→ Activity
Go through the data and report each line that holds the string "exposures".

### Material to process ###

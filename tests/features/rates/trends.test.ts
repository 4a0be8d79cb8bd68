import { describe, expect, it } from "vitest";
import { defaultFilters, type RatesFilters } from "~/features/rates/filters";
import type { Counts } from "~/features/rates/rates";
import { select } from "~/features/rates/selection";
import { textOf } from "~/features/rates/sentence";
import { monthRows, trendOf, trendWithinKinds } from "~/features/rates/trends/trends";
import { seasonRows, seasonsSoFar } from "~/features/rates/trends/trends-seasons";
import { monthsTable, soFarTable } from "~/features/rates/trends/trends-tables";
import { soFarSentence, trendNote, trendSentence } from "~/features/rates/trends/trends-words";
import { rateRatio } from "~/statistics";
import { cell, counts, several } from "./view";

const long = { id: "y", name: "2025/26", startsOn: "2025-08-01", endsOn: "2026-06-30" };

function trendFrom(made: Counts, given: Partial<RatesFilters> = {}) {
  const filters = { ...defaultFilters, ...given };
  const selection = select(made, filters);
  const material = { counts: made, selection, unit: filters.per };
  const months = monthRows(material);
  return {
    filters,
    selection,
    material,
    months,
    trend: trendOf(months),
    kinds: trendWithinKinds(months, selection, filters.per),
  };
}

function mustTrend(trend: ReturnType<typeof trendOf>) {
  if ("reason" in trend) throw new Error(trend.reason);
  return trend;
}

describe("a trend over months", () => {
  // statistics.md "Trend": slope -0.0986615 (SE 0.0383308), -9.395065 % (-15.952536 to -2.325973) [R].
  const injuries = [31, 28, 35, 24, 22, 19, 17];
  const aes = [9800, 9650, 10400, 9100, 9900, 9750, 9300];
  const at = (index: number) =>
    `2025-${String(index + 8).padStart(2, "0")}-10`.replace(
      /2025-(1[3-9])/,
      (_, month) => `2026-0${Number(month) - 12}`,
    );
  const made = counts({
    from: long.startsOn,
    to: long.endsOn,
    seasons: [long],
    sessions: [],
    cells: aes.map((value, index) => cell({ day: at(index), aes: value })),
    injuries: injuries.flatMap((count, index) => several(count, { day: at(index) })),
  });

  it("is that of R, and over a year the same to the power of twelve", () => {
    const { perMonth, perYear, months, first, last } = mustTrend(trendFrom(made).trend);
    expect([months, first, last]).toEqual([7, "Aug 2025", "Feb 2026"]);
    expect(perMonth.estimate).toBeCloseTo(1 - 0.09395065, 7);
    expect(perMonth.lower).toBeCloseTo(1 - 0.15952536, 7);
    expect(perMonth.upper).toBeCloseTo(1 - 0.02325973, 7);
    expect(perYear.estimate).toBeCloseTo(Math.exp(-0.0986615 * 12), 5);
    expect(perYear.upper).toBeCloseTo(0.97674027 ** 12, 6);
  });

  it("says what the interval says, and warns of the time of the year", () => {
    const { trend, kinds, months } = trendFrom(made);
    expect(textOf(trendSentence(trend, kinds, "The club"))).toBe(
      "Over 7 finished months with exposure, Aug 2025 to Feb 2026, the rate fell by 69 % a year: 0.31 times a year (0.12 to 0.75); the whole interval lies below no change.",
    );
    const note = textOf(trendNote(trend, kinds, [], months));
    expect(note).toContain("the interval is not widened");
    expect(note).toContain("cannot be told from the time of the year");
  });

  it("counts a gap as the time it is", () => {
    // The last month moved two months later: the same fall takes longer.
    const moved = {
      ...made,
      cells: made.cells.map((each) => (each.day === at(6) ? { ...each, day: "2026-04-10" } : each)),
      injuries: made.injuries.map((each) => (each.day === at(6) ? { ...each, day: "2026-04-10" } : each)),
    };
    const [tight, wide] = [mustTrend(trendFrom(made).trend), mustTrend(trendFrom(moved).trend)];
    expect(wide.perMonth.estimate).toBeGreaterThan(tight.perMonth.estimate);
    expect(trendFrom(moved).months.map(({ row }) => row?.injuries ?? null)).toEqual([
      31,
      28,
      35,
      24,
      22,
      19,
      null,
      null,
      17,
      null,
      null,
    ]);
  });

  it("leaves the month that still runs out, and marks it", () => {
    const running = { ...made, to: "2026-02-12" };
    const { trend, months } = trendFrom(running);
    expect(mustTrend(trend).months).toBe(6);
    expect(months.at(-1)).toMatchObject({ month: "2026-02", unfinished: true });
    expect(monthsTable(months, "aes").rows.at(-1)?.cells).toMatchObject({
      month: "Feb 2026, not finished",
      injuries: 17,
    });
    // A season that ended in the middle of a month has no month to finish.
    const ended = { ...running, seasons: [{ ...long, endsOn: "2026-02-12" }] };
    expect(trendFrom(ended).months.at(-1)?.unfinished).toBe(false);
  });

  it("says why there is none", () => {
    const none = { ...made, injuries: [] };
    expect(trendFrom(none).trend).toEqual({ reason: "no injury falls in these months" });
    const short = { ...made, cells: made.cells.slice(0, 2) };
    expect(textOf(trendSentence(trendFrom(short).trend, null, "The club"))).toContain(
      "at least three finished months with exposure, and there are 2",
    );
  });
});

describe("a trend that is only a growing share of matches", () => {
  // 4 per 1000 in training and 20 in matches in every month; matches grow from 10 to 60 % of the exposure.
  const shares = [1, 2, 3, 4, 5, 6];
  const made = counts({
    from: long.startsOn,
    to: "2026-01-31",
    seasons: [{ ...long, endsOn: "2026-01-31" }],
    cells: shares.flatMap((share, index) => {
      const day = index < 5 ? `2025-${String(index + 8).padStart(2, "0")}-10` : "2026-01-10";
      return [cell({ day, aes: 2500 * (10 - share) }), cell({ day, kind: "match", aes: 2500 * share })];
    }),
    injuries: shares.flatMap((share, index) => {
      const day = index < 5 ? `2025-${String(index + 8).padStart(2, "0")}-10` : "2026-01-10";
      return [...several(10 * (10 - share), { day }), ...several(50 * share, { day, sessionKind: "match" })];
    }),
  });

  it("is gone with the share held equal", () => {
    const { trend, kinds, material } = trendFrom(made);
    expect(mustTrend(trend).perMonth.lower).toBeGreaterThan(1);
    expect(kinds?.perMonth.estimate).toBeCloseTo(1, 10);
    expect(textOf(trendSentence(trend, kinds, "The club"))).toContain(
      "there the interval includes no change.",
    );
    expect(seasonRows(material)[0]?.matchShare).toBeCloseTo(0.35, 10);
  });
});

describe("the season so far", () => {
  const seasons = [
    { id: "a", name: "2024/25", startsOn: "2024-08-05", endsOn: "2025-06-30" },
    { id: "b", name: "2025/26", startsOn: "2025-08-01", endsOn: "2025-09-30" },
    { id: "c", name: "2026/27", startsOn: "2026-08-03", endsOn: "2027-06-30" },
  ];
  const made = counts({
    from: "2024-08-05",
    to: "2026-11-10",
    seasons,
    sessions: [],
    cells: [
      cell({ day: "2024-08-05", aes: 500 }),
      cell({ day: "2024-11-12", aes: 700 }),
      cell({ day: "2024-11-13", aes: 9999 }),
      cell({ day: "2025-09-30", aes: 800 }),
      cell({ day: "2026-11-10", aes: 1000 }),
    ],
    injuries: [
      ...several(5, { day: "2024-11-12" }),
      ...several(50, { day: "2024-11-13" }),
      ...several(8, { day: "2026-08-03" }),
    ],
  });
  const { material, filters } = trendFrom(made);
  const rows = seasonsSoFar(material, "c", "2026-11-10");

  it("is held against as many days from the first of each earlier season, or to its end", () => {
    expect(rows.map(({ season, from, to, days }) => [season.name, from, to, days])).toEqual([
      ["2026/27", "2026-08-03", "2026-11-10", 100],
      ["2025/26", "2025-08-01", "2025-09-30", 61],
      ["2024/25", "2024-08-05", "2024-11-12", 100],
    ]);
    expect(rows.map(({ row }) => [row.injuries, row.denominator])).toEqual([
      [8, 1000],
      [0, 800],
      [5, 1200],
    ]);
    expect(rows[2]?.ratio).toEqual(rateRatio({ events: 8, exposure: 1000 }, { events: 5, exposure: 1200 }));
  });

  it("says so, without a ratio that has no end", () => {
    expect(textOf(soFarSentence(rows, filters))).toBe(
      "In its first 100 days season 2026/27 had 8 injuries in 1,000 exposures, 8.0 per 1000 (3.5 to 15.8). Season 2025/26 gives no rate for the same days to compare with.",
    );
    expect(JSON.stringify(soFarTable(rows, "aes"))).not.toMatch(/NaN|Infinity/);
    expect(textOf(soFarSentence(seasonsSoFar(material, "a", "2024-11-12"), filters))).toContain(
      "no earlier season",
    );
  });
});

###
### Material to process ###

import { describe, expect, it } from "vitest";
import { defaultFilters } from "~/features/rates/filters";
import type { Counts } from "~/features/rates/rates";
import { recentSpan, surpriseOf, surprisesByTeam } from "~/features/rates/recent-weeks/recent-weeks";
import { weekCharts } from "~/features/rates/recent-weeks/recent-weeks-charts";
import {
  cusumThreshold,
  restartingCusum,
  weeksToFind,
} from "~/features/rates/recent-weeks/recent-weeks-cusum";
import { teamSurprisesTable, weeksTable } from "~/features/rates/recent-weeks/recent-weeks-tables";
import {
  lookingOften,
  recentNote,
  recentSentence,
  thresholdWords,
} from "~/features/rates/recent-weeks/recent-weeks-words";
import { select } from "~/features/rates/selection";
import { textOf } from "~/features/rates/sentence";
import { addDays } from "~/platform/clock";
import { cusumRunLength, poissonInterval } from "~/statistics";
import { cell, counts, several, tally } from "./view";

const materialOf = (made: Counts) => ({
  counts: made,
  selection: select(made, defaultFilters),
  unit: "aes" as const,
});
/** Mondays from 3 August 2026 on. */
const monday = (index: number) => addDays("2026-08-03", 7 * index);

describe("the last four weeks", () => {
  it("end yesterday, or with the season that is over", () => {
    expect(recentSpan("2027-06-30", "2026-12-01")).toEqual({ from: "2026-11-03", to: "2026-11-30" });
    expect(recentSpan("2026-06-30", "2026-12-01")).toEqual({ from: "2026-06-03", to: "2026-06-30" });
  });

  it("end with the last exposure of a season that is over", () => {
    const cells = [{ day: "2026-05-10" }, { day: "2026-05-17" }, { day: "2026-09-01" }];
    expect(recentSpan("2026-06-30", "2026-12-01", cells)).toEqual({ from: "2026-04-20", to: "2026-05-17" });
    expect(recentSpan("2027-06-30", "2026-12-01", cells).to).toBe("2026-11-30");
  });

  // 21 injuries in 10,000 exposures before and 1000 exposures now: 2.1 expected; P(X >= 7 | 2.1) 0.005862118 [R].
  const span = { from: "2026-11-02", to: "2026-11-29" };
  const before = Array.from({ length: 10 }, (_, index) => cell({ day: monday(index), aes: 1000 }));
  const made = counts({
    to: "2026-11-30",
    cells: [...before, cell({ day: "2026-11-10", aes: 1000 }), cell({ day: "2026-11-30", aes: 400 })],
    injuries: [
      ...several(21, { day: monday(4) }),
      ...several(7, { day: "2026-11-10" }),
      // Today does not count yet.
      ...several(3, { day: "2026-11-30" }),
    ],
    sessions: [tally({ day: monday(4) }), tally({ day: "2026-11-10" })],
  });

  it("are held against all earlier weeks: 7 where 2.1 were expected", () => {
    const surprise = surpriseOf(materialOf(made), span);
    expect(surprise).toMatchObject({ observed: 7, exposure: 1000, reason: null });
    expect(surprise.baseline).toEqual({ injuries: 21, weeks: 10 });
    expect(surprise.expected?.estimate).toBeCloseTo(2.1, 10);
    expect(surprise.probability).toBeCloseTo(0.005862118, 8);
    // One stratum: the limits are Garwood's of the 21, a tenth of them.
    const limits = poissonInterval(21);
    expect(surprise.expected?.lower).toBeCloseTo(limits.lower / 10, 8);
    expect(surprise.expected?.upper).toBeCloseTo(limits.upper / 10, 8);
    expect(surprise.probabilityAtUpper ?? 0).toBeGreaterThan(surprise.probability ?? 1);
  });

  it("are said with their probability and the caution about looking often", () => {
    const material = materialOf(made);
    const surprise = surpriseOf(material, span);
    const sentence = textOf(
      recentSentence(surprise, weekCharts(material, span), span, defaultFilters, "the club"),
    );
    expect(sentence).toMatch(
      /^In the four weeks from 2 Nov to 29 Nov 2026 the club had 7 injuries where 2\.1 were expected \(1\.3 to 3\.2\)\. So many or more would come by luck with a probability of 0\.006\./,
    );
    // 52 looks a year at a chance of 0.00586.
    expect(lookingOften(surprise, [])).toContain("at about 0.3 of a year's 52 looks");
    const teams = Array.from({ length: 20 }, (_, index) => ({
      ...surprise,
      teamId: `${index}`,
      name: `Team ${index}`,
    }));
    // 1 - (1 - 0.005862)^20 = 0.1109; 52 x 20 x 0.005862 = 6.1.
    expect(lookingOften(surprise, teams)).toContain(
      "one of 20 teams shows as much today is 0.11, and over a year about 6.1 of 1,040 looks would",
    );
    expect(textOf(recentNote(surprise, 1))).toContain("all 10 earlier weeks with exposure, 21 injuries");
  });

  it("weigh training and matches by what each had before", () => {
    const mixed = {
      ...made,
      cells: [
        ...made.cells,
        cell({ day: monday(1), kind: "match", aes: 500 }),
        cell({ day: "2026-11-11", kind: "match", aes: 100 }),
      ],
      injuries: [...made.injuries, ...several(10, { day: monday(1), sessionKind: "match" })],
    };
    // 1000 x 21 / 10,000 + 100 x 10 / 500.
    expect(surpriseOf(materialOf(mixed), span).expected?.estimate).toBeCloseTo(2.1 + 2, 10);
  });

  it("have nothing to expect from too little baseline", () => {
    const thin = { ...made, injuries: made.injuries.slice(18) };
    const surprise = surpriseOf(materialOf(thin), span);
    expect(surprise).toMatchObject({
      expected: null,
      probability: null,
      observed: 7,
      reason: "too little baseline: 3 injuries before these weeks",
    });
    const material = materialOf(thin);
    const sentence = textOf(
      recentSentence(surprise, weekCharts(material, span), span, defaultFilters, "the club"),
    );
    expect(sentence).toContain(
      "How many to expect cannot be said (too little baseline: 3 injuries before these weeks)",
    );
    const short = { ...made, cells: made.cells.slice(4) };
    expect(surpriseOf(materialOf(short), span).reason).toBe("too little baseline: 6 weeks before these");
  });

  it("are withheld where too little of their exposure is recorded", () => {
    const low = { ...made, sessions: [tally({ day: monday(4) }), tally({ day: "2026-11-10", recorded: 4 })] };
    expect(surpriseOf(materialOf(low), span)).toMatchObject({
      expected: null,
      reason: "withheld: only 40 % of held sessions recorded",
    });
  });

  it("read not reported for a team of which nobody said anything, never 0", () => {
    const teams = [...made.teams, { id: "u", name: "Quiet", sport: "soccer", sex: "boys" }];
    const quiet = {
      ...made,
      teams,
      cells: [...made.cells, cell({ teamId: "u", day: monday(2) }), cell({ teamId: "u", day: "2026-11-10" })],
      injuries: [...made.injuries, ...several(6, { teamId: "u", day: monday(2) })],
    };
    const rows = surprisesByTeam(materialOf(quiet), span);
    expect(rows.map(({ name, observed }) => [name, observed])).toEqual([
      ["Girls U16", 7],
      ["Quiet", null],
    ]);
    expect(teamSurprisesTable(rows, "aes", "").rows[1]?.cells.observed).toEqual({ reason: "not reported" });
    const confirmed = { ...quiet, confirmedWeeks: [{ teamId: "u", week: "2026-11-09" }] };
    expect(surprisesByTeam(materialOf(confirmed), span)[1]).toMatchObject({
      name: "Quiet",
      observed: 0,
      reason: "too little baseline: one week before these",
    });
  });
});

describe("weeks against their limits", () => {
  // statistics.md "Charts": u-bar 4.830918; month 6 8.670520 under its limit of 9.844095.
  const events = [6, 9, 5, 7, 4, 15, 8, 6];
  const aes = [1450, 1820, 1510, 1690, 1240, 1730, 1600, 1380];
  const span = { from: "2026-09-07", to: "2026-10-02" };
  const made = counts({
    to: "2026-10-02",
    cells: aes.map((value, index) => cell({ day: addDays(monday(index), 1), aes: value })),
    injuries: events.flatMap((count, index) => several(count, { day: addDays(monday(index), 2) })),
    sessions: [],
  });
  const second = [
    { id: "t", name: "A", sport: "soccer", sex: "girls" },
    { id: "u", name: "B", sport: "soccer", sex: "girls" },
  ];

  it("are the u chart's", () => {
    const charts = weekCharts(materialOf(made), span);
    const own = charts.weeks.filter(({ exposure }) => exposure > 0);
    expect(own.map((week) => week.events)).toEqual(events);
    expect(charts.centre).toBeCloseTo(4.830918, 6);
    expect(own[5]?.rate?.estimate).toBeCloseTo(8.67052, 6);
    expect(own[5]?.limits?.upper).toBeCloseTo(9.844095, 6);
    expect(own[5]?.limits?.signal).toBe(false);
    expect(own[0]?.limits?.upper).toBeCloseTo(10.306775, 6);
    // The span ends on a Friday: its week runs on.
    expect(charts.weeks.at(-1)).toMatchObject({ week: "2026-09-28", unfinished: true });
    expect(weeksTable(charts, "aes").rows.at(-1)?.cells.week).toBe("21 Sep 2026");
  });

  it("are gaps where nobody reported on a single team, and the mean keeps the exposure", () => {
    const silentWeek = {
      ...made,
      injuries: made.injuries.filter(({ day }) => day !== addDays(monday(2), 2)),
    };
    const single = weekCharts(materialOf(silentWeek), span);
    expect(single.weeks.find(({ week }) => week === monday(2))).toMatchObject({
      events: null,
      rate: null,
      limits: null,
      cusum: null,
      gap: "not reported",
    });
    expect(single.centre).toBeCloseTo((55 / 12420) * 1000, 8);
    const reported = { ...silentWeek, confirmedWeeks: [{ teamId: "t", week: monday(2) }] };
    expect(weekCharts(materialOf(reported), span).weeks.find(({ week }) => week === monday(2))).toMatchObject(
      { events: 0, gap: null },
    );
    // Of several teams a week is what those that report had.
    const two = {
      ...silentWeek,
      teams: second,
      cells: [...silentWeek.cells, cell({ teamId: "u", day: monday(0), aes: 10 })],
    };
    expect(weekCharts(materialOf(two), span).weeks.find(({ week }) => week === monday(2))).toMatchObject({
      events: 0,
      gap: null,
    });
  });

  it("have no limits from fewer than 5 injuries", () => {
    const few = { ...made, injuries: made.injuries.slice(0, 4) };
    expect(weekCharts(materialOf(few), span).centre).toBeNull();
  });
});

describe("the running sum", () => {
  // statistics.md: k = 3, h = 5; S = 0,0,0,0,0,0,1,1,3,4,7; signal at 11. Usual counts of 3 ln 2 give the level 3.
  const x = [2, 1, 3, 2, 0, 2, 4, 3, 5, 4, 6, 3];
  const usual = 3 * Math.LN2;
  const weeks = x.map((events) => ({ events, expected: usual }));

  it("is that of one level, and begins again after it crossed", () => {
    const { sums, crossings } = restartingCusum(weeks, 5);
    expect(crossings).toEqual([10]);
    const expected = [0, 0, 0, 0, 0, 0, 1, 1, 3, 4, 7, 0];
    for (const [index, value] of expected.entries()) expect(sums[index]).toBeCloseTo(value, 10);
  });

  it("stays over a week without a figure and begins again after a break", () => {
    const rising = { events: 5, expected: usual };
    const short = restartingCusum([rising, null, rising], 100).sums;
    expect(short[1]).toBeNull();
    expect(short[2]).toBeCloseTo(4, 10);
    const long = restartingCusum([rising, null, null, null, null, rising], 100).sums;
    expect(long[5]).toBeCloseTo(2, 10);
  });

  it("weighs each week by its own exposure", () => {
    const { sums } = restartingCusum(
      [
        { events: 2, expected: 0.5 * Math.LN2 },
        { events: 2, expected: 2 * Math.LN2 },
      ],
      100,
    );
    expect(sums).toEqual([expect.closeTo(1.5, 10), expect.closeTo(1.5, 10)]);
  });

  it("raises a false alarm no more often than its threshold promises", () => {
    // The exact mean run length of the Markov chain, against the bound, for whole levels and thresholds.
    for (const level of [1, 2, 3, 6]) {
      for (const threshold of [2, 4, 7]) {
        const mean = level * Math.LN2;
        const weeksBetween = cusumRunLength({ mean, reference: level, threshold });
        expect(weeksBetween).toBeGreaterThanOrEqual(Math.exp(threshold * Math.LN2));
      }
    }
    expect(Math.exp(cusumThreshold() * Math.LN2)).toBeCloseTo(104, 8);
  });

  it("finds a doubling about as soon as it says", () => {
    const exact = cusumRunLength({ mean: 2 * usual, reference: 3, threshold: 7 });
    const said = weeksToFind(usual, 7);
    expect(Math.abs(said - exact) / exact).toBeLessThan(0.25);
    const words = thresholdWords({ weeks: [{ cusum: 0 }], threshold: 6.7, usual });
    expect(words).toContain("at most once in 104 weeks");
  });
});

###
### Material to process ###

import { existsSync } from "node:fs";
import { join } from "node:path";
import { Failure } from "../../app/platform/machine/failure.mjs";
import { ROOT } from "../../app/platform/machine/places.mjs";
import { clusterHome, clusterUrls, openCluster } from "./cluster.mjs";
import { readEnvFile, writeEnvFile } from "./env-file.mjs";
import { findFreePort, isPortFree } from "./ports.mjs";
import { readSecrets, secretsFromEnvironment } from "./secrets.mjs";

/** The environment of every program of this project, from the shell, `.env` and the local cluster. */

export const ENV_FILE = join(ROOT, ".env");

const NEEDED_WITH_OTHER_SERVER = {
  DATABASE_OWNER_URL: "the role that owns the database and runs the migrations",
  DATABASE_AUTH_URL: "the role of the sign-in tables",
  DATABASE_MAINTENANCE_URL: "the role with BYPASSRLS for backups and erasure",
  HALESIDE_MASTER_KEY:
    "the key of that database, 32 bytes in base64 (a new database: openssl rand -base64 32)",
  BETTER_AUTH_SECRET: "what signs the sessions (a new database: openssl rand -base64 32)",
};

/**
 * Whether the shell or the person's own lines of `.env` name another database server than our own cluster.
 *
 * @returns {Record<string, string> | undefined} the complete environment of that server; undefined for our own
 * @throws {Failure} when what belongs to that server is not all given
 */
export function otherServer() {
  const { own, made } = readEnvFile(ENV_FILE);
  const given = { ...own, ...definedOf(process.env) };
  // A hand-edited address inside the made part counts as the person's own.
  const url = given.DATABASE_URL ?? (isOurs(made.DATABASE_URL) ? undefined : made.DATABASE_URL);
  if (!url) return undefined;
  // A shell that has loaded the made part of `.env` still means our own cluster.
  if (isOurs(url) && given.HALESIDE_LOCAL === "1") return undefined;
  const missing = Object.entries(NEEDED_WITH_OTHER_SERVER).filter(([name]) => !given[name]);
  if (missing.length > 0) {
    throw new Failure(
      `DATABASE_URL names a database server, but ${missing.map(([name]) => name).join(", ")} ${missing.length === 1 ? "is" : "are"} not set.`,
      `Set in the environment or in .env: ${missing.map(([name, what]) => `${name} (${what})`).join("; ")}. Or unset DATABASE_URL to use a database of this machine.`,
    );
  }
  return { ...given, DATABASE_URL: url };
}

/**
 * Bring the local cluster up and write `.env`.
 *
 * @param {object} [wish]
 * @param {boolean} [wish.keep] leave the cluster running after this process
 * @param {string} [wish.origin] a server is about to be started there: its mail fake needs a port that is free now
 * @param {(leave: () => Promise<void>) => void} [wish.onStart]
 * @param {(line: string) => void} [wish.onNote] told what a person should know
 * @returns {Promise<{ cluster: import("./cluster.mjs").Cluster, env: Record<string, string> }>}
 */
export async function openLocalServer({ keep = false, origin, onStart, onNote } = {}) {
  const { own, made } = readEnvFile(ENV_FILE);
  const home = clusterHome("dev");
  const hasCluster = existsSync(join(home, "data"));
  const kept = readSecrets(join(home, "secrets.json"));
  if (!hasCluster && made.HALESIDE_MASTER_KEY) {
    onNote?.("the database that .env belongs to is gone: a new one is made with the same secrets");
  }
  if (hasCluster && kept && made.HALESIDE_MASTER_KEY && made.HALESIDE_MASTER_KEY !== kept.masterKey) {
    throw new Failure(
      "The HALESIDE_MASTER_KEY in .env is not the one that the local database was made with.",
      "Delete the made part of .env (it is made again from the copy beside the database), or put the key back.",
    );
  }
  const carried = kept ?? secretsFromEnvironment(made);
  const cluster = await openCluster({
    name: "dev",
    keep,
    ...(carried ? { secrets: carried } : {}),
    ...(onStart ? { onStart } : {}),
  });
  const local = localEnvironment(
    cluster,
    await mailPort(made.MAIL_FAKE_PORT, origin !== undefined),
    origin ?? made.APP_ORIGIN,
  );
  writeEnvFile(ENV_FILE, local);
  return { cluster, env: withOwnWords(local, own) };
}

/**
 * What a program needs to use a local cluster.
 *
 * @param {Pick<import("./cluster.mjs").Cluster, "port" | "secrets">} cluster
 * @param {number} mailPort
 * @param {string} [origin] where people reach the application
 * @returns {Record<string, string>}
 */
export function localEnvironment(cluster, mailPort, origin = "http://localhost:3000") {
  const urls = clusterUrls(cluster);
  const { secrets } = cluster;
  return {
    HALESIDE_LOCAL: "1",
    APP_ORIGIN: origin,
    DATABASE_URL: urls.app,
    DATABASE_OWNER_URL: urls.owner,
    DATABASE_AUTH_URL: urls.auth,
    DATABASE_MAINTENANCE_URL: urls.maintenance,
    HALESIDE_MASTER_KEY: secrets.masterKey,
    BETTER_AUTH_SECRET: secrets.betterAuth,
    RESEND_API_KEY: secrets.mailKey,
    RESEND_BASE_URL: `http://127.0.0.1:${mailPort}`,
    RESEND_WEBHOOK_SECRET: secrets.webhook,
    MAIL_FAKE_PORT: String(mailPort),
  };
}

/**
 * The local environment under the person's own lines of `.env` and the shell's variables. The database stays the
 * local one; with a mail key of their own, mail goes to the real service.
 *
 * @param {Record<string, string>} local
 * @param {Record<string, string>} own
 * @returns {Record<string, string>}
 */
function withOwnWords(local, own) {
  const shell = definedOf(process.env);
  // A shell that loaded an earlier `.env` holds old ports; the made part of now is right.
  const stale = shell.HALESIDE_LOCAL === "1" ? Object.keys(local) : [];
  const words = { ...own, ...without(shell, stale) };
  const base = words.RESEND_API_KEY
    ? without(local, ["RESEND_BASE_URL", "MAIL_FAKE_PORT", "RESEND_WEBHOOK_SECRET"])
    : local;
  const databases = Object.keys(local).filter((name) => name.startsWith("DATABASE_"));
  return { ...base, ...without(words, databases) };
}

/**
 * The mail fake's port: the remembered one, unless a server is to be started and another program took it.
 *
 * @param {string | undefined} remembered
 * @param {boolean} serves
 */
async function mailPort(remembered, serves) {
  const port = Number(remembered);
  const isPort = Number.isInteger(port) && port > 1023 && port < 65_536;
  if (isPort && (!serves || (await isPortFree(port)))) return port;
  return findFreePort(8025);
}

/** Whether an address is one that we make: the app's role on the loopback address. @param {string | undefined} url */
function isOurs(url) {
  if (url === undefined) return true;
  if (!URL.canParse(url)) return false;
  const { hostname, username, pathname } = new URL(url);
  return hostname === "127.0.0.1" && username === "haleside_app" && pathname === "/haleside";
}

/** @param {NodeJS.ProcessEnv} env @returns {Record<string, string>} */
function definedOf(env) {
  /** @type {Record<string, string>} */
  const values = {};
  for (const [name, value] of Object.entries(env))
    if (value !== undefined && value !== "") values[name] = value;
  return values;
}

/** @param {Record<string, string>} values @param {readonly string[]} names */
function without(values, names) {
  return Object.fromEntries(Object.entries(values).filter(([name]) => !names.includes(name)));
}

###

→ Task result
      "In its first 100 days season 2026/27 had 8 injuries in 1,000 exposures, 8.0 per 1000 (3.5 to 15.8). Season 2025/26 gives no rate for the same days to compare with.",
  // 21 injuries in 10,000 exposures before and 1000 exposures now: 2.1 expected; P(X >= 7 | 2.1) 0.005862118 [R].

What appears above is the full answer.